_Problem description_
With the first line as the start and the line containing "const made = await" as the end, write out every line of the records exactly.

--- Records shown ---

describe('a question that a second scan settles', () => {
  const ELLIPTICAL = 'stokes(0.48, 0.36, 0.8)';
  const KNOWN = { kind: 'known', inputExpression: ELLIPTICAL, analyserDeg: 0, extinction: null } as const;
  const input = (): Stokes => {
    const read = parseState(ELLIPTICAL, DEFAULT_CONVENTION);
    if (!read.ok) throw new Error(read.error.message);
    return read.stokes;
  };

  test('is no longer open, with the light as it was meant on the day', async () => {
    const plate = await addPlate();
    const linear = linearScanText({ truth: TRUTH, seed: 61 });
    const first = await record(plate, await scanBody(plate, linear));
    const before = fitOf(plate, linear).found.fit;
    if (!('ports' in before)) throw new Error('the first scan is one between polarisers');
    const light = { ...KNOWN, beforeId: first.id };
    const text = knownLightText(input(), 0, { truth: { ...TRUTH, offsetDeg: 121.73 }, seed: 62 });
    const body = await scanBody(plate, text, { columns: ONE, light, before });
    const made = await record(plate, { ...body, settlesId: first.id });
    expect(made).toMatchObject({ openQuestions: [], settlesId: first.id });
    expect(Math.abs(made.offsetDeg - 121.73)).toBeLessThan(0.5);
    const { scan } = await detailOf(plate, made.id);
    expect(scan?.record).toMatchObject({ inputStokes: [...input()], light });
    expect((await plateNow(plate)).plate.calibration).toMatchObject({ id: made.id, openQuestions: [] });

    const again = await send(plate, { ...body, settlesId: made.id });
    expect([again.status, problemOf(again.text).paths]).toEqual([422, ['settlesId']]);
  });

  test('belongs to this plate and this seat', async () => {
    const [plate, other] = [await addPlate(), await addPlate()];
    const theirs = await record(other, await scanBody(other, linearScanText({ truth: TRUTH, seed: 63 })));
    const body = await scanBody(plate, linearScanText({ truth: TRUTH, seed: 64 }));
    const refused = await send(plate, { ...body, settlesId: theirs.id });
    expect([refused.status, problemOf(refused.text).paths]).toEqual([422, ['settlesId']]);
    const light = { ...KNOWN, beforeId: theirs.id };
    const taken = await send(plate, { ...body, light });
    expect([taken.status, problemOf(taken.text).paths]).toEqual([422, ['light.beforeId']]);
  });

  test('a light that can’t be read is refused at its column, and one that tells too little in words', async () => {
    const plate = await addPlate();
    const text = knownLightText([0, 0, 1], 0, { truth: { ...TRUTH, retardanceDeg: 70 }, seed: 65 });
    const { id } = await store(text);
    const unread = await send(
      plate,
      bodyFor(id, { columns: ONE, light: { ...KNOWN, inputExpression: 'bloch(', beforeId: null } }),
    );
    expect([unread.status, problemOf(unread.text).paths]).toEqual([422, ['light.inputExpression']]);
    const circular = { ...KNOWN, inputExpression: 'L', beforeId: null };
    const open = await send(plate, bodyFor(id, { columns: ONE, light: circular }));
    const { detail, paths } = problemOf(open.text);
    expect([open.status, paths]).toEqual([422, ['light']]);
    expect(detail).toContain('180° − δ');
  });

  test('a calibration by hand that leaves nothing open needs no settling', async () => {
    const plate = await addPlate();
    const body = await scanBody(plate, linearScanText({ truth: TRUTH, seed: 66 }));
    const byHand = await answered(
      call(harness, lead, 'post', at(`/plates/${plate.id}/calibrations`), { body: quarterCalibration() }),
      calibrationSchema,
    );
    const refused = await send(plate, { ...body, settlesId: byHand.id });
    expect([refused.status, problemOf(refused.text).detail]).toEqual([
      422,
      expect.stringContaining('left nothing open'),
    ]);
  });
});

---

_Answer section_
describe('a question that a second scan settles', () => {
  const ELLIPTICAL = 'stokes(0.48, 0.36, 0.8)';
  const KNOWN = { kind: 'known', inputExpression: ELLIPTICAL, analyserDeg: 0, extinction: null } as const;
  const input = (): Stokes => {
    const read = parseState(ELLIPTICAL, DEFAULT_CONVENTION);
    if (!read.ok) throw new Error(read.error.message);
    return read.stokes;
  };

  test('is no longer open, with the light as it was meant on the day', async () => {
    const plate = await addPlate();
    const linear = linearScanText({ truth: TRUTH, seed: 61 });
    const first = await record(plate, await scanBody(plate, linear));
    const before = fitOf(plate, linear).found.fit;
    if (!('ports' in before)) throw new Error('the first scan is one between polarisers');
    const light = { ...KNOWN, beforeId: first.id };
    const text = knownLightText(input(), 0, { truth: { ...TRUTH, offsetDeg: 121.73 }, seed: 62 });
    const body = await scanBody(plate, text, { columns: ONE, light, before });
    const made = await record(plate, { ...body, settlesId: first.id });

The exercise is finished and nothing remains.